• Monday, Nov 29, 2021
  • Last Update : 05:04 pm

Calls for corporate tax cuts getting louder

  • Published at 12:10 am March 14th, 2021

At present, a non-listed company has to pay 32.5 per cent corporate tax while its publicly traded counterparts have to pay 25 per cent

Like all previous budgets, talks of corporate tax cuts are on the table again ahead of the budget for fiscal 2021-22.

Although businesses say that reducing corporate tax rates would bring in more investment and create employment, the rate in Bangladesh is still higher than both the regional and global averages.

At present, a non-listed company has to pay 32.5 per cent corporate tax while its publicly traded counterparts have to pay 25 per cent in the country.

However, the global average corporate tax rate is 23.8 per cent, while that in Asia is 21.1 per cent, according to data compiled by the Dhaka Chamber of Commerce and Industry (DCCI).

Businesses in Vietnam, Indonesia and Myanmar pay, on average, 20 per cent corporate tax while it is 25.2 per cent in India, 29 per cent in Pakistan and 28 per cent in Sri Lanka, according to DCCI.

If the government were to reduce the tax rates gradually, it would not hurt revenue collection; rather, it would boost investors’ confidence, Abul Kasem Khan, managing director of AK Khan Telecom, told Dhaka Tribune.   

It is a good sign that the government brought down the corporate tax rate by 2.5 percentage pointsthis fiscal year, he said, adding that further cuts in the next budget could bring it to 25 per cent within the next two or three years.

“A flexible tax system and reasonable rate increases a country’s international competitiveness and attracts investors.” 

If the government reduces the corporate tax further, this would serve as an incentive for investors, which would also help to increase the working cash flow, Khan said.

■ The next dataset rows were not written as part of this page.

import { randomBytes, randomUUID } from 'node:crypto';
import type { EntityManager } from 'typeorm';
import { DAY, HOUR, later } from '../clock.ts';
import { sha256Hex } from '../database/canonical-json.ts';
import { AccountToken } from '../database/entities/account-token.entity.ts';

export type TokenKind = AccountToken['kind'];

const lifetime: Record<TokenKind, number> = { invitation: 7 * DAY, 'password-reset': HOUR };

/** Makes a secret that goes out by mail and sets a password once. Only its hash is stored; earlier ones die with it. */
export async function issueAccountToken(
  manager: EntityManager,
  userId: string,
  kind: TokenKind,
  now: string,
): Promise<string> {
  const secret = randomBytes(32).toString('base64url');
  await manager.delete(AccountToken, { userId });
  await manager.insert(AccountToken, {
    id: randomUUID(),
    userId,
    kind,
    tokenHash: hashOfToken(secret),
    createdAt: now,
    expiresAt: later(now, lifetime[kind]),
  });
  return secret;
}

export function hashOfToken(secret: string): string {
  return sha256Hex(secret);
}
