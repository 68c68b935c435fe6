import { statfs } from 'node:fs/promises';
import { Router } from 'express';
import type { DataSource } from 'typeorm';

const leastFreeBytes = 200 * 1024 * 1024;

export interface HealthChecks {
  readonly reader: DataSource;
  readonly dataDir: string;
  /** Durability settings of the writer that are not in force. */
  readonly faults: () => string[];
  readonly storeIsReachable: () => Promise<boolean>;
  /** True from the moment the process was asked to stop. */
  readonly isStopping: () => boolean;
}

/** `live` says the process answers; `ready` says it can do its work. Neither names a version, a path or a reason. */
export function healthRoutes(checks: HealthChecks): Router {
  const router = Router();
  router.get('/health/live', (_req, res) => {
    res.setHeader('Cache-Control', 'no-store');
    res.json({ live: true });
  });
  router.get('/health/ready', async (_req, res) => {
    const parts = {
      serving: !checks.isStopping(),
      database: databaseAnswers(checks),
      disk: await diskHasRoom(checks.dataDir),
      store: await checks.storeIsReachable(),
    };
    // Without the store only files are out of reach: reviews go on.
    const ready = parts.serving && parts.database && parts.disk;
    res.setHeader('Cache-Control', 'no-store');
    res.status(ready ? 200 : 503).json({ ready, degraded: ready && !parts.store, ...parts });
  });
  return router;
}

function databaseAnswers(checks: HealthChecks): boolean {
  try {
    return checks.reader.isInitialized && checks.faults().length === 0;
  } catch {
    return false;
  }
}

async function diskHasRoom(folder: string): Promise<boolean> {
  try {
    const disk = await statfs(folder);
    return disk.bavail * disk.bsize > leastFreeBytes;
  } catch {
    return false;
  }
}
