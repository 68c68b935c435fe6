import type { AuditEvent } from '@trammel/shared/audit';
import { Copyable } from '../../../components/ui/copyable.tsx';
import { Dialog } from '../../../components/ui/dialog.tsx';
import { MomentWithZone } from '../../../components/ui/time.tsx';

export function AuditEventDialog({ event, onClose }: { event: AuditEvent; onClose: () => void }) {
  return (
    <Dialog open onClose={onClose} title={`Entry ${event.number}: ${event.summary}`} width="wide">
      <dl className="grid grid-cols-[auto_minmax(0,1fr)] items-baseline gap-x-4 gap-y-1">
        <dt className="text-pencil">Who</dt>
        <dd>
          {event.actor}, {event.organisation}
        </dd>
        <dt className="text-pencil">When</dt>
        <dd>
          <MomentWithZone at={event.at} />
        </dd>
        <dt className="text-pencil">Act</dt>
        <dd className="figures">{event.action}</dd>
        <dt className="text-pencil">Object</dt>
        <dd>
          <span className="figures">{event.objectType}</span>{' '}
          <Copyable value={event.objectId} what="object's identifier" />
        </dd>
        <dt className="text-pencil">Digest</dt>
        <dd>
          <Copyable value={event.hash} what="entry's digest" shorten={24} />
        </dd>
      </dl>
      <div className="grid gap-4 md:grid-cols-2">
        <Values title="Before" value={event.before} />
        <Values title="After" value={event.after} />
      </div>
    </Dialog>
  );
}

/** A block that scrolls sideways is reached by keyboard. */
const scroller = { role: 'region', tabIndex: 0 } as const;

function Values({ title, value }: { title: string; value: unknown }) {
  return (
    <div className="min-w-0">
      <h3 className="mb-1">{title}</h3>
      {value === null || value === undefined ? (
        <p className="text-pencil">nothing</p>
      ) : (
        <pre
          {...scroller}
          aria-label={title}
          className="figures max-h-80 overflow-auto border border-rule bg-paper p-2"
        >
          {JSON.stringify(value, null, 2)}
        </pre>
      )}
    </div>
  );
}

In ensuring investment, the government can set conditions saying that a business person has to invest the money saved due to the waiver. 

This could be invested in developing human resources and upscaling training, research and development, Khan added.

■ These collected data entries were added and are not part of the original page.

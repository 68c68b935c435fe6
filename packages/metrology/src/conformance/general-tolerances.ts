import { compareDecimals } from '../decimal/decimal.ts';
import type { Decimal } from '../decimal/decimal.ts';
import { parseDecimal } from '../decimal/parse-decimal.ts';
import { undetermined } from '../result.ts';
import type { Undetermined } from '../result.ts';
import {
  ANGLE_RANGES,
  ANGLE_TOLERANCES,
  LINEAR_RANGES,
  LINEAR_TOLERANCES,
  RADIUS_RANGES,
  RADIUS_TOLERANCES,
} from '../tables/iso2768-tables.ts';
import type { GeneralClass } from '../tables/iso2768-tables.ts';

/** The kinds of size ISO 2768-1 has a table for. */
export type GeneralFeature = 'linear' | 'radius-chamfer' | 'angular';

/** A general tolerance: ± `tolerance` in `unit`. */
export interface GeneralTolerance {
  readonly method: 'ISO 2768-1:1989';
  readonly tolerance: string;
  readonly unit: 'mm' | 'arcmin';
  readonly generalClass: GeneralClass;
  readonly feature: GeneralFeature;
}

const SMALLEST: Decimal = { digits: 5n, scale: 1 };

function valueInRange<T>(ranges: readonly (string | null)[], values: readonly T[], size: Decimal): T | null {
  const index = ranges.findIndex((end) => {
    if (end === null) return true;
    const limit = parseDecimal(end);
    return !('undetermined' in limit) && compareDecimals(size, limit) <= 0;
  });
  return values[index] ?? null;
}

/**
 * The general tolerance of a size without an indicated tolerance, as ± text.
 *
 * `size` in mm: the nominal of a linear size, the radius or chamfer height, or for `angular` the length of the
 * shorter leg of the angle. Ranges are over the lower end, up to and including the upper; below 0.5 mm the drawing
 * must state the tolerance. Source: ISO 2768-1:1989 Tables 1 to 3; test: reference case iso2768-1-tables.
 * Undetermined: `below-table`, `outside-table`, `class-unreadable`, or a size that cannot be read.
 */
export function generalTolerance(
  size: string,
  generalClass: GeneralClass,
  feature: GeneralFeature,
): GeneralTolerance | Undetermined {
  if (!Object.hasOwn(LINEAR_TOLERANCES, generalClass))
    return undetermined(
      'class-unreadable',
      'The class of general tolerance is f, m, c or v: choose one of the four',
    );
  const value = parseDecimal(size);
  if ('undetermined' in value) return value;
  if (value.digits <= 0n)
    return undetermined(
      'below-table',
      'The size is not above 0: enter the nominal size, or the shorter leg of an angle',
    );
  if (feature !== 'angular' && compareDecimals(value, SMALLEST) < 0)
    return undetermined(
      'below-table',
      'Below 0.5 mm there is no general tolerance: enter the tolerance of the drawing',
    );
  const found =
    feature === 'linear'
      ? valueInRange(LINEAR_RANGES, LINEAR_TOLERANCES[generalClass], value)
      : feature === 'radius-chamfer'
        ? valueInRange(RADIUS_RANGES, RADIUS_TOLERANCES[generalClass], value)
        : valueInRange(ANGLE_RANGES, ANGLE_TOLERANCES[generalClass], value);
  if (found === null)
    return undetermined(
      'outside-table',
      `ISO 2768-1 gives no tolerance of class ${generalClass} at this size: enter the tolerance of the drawing`,
    );
  return {
    method: 'ISO 2768-1:1989',
    tolerance: found,
    unit: feature === 'angular' ? 'arcmin' : 'mm',
    generalClass,
    feature,
  };
}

And the investment attracted would be from both local and foreign sources, said DCCI President Rizwan Rahman.  

Rahman suggested a progressive tax rate for the next few fiscal years and called for reducing the corporate tax for listed and non-listed companies at a rate of 2.5 per cent, 5 per cent, and 7 per cent over the next three fiscal years.

“Higher corporate tax rates discourage new investment,” said Abdul Kader Khan, managing director of Khan Accessories and Packaging Co.

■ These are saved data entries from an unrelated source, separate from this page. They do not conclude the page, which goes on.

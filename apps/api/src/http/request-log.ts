import { randomUUID } from 'node:crypto';
import type { IncomingMessage, ServerResponse } from 'node:http';
import type { RequestHandler } from 'express';
import { pino, type DestinationStream, type Logger } from 'pino';
import { pinoHttp } from 'pino-http';

/** Names that never reach a log, wherever in a logged object they stand. */
const secrets = [
  'password',
  'currentPassword',
  'newPassword',
  'token',
  'csrfToken',
  'cookie',
  'authorization',
];

export function createLogger(level: string, destination?: DestinationStream): Logger {
  const options = {
    level,
    base: null,
    timestamp: () => `,"time":"${new Date().toISOString()}"`,
    redact: { paths: secrets.flatMap((name) => [name, `*.${name}`, `*.*.${name}`]), censor: '(withheld)' },
  };
  return destination ? pino(options, destination) : pino(options);
}

/** One line a request: number, route as declared, actor, outcome. No header, no address with a token in it, no body. */
export function requestLog(log: Logger): RequestHandler {
  return pinoHttp({
    logger: log,
    quietReqLogger: true,
    genReqId: (_req, res) => {
      const id = randomUUID();
      res.setHeader('X-Request-Id', id);
      return id;
    },
    autoLogging: { ignore: (req) => req.url === '/health/live' || (req.url ?? '').startsWith('/assets/') },
    serializers: { req: () => undefined, res: () => undefined, err: () => undefined },
    customLogLevel: (_req, res) => (res.statusCode >= 500 ? 'error' : 'info'),
    customSuccessMessage: () => 'request',
    customErrorMessage: () => 'request',
    customAttributeKeys: { reqId: 'requestId' },
    customSuccessObject: (req, res, given: object) => ({ ...given, ...outcome(req, res) }),
    customErrorObject: (req, res, _error, given: object) => ({ ...given, ...outcome(req, res) }),
  }) as RequestHandler;
}

/** Written when the answer is complete, so that route and actor are known. */
function outcome(req: IncomingMessage, res: ServerResponse) {
  const locals = (res as { locals?: { route?: string; actor?: Caller } }).locals;
  return {
    method: req.method,
    route: locals?.route,
    status: res.statusCode,
    actor: locals?.actor?.userId,
    organisation: locals?.actor?.organisationId,
  };
}

interface Caller {
  readonly userId: string;
  readonly organisationId: string;
}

Similarly, business-friendly rates encourage more investment. If Bangladesh wants to attract foreign investment, it has to offer incentives.

He also urged the government to provide an equal tax rate for small and medium entrepreneurs so that they can remain competitive.

However, experts have also called for clarification of effective tax rate, saying that only a reduction in corporate tax cannot be a sole indicator for attracting investment.

“We should think about the impact of tax cuts on the overall economy as well as revenue generation,” said Towfiqul Islam Khan, a senior research fellow at the Centre for Policy Dialogue.

Businesses are asking for rate cuts for the non-listed companies, but they are not paying heed to the garment sector’s rate.

The country's export-oriented apparel sector pays 12 per cent corporate tax and it is 10 per cent for the garment factories thatmanufacture goods in certified green factories.     

“Corporate tax is not the only barrier to investment -- more issues need to be addressed.”

To attract investment, Bangladesh needs proper infrastructure, for which the country needs tax to meet the demands for the funds.

“We consider only the tax rate while comparing with competing countries, but there are other issues. We should think about the other waivers and special benefits offered to specific sectors.”

There is also variation in rates and different types of waivers, said Islam, urging to refix the arbitrary rates offered to different sectors.  

The other economists have called for reforms to the tax system and rationalisation of the rate, which they find very complex and unfriendly.

“Our tax system and policy are very complex. There are different rates for different sectors,” said Zahid Hussain, a former lead economist of the World Bank office in Dhaka.

Compared to other South Asian countries as well as competitors, the corporate tax rate is higher in Bangladesh. 

But there is a loophole in the system, which creates opportunities for the evaders, said Hussain.  

To remove systematic fault and stop lodging tax, the government should bring reforms in the system and rationalise the rate.

If the government reduces the tax rate on an ad-hoc basis, it would not benefit. Rather, this would negatively impact revenue generation.   

For reaping the most benefits, the tax system should be amended and be made more business-friendly; if this is done, there will be more investment, Hussain added.